Ciekoty Here is a Manor House of Stefan Żeromski
And back to Kielce ;-)
In Tokarnia there is an open-air Kielce Countryside Museum (Muzeum Wsi Kieleckiej - Park Etnograficzny w Tokarni), with examples of old countryside architecture. The museum is situated just by the European route E77 (Kielce-Kraków part).
This is the place, when everything is sucks, you can lie in the grass and watch the clouds :-D
The castle in Sobków
And in Chęciny
The construction of the fortress probably began in the late 13th century. It is certain that the castle existed in 1306, when king Władysław I the Elbow-high gave it to the Archbishop of Kraków, Jan Muskata. A year later, under the pretext of detection of a plot against the royal power, the castle returned to the king. It played a significant role as a place of concentration of troops departing for war with the Teutonic Knights.
After the death of Władysław the Elbow-high the stronghold was enlarged by Casimir III the Great. At that time Chęciny become a residence of the king's second wife Adelaide of Hesse. In following years it was also a residence of Elisabeth of Poland, Queen of Hungary, Sophia of Halshany and her son Władysław III of Varna and Bona Sforza. Later it was used for many years as a state prison. Among imprisoned here were Michael Küchmeister von Sternberg future Grand Master of the Teutonic Knights, Andrzej Wingold, Jogaila's half-brother and Warcisław of Gotartowice.
In the second half of the 16th century, the castle began to decline.
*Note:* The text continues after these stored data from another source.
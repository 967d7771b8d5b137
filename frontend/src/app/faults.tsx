import { useRouteError } from 'react-router-dom';
import { LinkButton } from '../ui/link-button.js';
import { Page } from '../ui/page.js';
import { ErrorState } from '../ui/states.js';

/** Shown in place of a page that failed while being drawn or fetched. */
export function RouteFault() {
  const error = useRouteError();
  return <ErrorState error={error} retry={() => window.location.reload()} />;
}

/** A project that is not there and one that is not theirs are told apart to nobody. */
export function NoSuchProject() {
  return (
    <Page title="Not found" heading="There is no such project, or you are not on its team" sub="If you were on it until now, somebody has taken you off: its fire engineer or specifier can say. What you saved is kept.">
      <p><LinkButton to="/projects" type="primary">Go to the projects</LinkButton></p>
    </Page>
  );
}

export function NotFound() {
  return (
    <Page title="Not found" heading="There is no page at this address" sub="It may have been mistyped, or belong to something that was deleted.">
      <p><LinkButton to="/projects" type="primary">Go to the projects</LinkButton></p>
    </Page>
  );
}
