import type { FireCurve } from '@mantlet/common';
import { astmE119Curve } from './astm-e119/time-temperature-table.js';
import { slowHeatingCurve } from './en-1363-2/slow-heating-curve.js';
import { parametricFire } from './en-1991-1-2/annex-a-parametric.js';
import { externalCurve, hydrocarbonCurve, standardCurve } from './en-1991-1-2/clause-3-2-nominal-curves.js';
import type { Formula } from '../formula.js';

export const nominalCurveFormulas: Record<Exclude<FireCurve['kind'], 'parametric'>, Formula<{ minutes: number }>> = {
  standard: standardCurve,
  external: externalCurve,
  hydrocarbon: hydrocarbonCurve,
  'slow-heating': slowHeatingCurve,
  'astm-e119': astmE119Curve,
};

/** Gas temperature in °C as a function of minutes, with everything fixed by the curve worked out once. */
export function gasFunction(curve: FireCurve): (minutes: number) => number {
  if (curve.kind === 'parametric') return parametricFire(curve).gasC;
  const formula = nominalCurveFormulas[curve.kind];
  return (minutes) => formula.evaluate({ minutes });
}

/** θ_g in °C after the given minutes; 20 °C before the fire. */
export function gasTemperatureC(curve: FireCurve, minutes: number): number {
  return minutes <= 0 ? 20 : gasFunction(curve)(minutes);
}

/** α_c in W/m²K: EN 1991-1-2 3.2.1 to 3.2.3 and 3.3.1.1(3); 25 for the test curves of other standards. */
export function convectionCoefficient(curve: FireCurve): number {
  if (curve.kind === 'hydrocarbon') return 50;
  return curve.kind === 'parametric' ? 35 : 25;
}

/** Minutes until a natural fire is back at 20 °C; null for nominal curves, which have no end. */
export function naturalFireDurationMin(curve: FireCurve): number | null {
  return curve.kind === 'parametric' ? parametricFire(curve).durationMin : null;
}
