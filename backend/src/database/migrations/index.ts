import { InitialSchema1764547200000 } from './1764547200000-initial-schema.js';
import { Accounts1764633600000 } from './1764633600000-accounts.js';
import { Jobs1764633700000 } from './1764633700000-jobs.js';
import { MemberViews1764633800000 } from './1764633800000-member-views.js';
import { DescribedBeams1764633900000 } from './1764633900000-described-beams.js';
import { RestraintSaid1764634000000 } from './1764634000000-restraint-said.js';

export const migrations = [InitialSchema1764547200000, Accounts1764633600000, Jobs1764633700000, MemberViews1764633800000, DescribedBeams1764633900000, RestraintSaid1764634000000];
In 1588 the parliament ordered to transfer the castle's inventories to the Chęciny Church and in 1607, during the Zebrzydowski Rebellion the fortifications and buildings were partially destroyed and burned. The castle briefly regained its former glory due to reconstruction initiated by Stanisław Branicki, starost of Chęciny, but in 1655-1657 it was almost completely destroyed by Swedish-Brandenburgian and Transilvanian troops. The destruction was completed in 1707 during another another Swedish occupation. Then, the last residents left the castle. Over the next century the medieval walls become a source of building material for local villagers.
I don't know how's in Łodź, but i suppose that it's similar event. So far everything was happended on Sienkiewicza Street (in Łódź on Piotrkowska?), the fair, performances, parades and bonus scene for children in city park. You know baloons, ponies, and other :mrgreen: And at the end fireworks.
But this year is better. Maybe you know Leszek Kumański from TVP. He is director, scriptwriter and producer of television programs. He organizes concerts in Opole and Sopot. He was born in Kielce. ;-) And one year ago he decided to organize a big concert in his/my city. The witches' sabbath. But it was in september.
This year feast Kielce and The Second Witches' Sabbath will together. And it's no coincidence. 22/23 is Noc Świętojańska (in Świętokrzyskie Noc Kupały). Do you follow me? :-P
Noc Kupały + The Witches' Sabbath + our promotional slogan:
It's magic time...
Other promotial event is 'Holiday with ghosts' on Castle in Szydłów (probably in August on TVP2). The best polish cabarets with shows about ghosts and other magic things :-D
In the first day of feast will the great opening of old market square after repairs. Finally looks like before World War II.